## Brief
If a line below contains "monitor", count it; then state how many such lines there are, and nothing else.

## Records supplied
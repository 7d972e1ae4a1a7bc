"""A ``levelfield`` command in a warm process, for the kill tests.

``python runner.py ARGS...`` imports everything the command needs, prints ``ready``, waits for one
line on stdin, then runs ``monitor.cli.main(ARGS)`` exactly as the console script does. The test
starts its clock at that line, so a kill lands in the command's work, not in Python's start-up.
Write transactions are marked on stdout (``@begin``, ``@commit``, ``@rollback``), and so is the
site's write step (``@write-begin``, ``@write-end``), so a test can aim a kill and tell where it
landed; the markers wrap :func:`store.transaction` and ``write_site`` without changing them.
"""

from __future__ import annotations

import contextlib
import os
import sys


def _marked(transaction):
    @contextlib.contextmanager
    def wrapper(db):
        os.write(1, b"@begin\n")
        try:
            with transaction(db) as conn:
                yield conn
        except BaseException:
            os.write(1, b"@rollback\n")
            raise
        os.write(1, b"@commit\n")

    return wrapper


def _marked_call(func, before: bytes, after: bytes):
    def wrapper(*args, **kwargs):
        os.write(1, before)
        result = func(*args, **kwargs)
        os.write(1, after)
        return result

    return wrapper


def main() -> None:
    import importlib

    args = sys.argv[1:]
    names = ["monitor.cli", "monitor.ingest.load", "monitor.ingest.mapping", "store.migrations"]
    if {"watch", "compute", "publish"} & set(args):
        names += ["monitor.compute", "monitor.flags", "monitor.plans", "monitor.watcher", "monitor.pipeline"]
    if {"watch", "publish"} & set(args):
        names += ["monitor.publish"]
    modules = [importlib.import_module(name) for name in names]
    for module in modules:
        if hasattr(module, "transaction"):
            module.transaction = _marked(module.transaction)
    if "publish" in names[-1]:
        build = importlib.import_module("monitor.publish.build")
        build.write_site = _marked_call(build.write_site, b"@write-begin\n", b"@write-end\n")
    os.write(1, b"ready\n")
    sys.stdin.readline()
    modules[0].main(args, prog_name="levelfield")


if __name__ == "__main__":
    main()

## Task result
5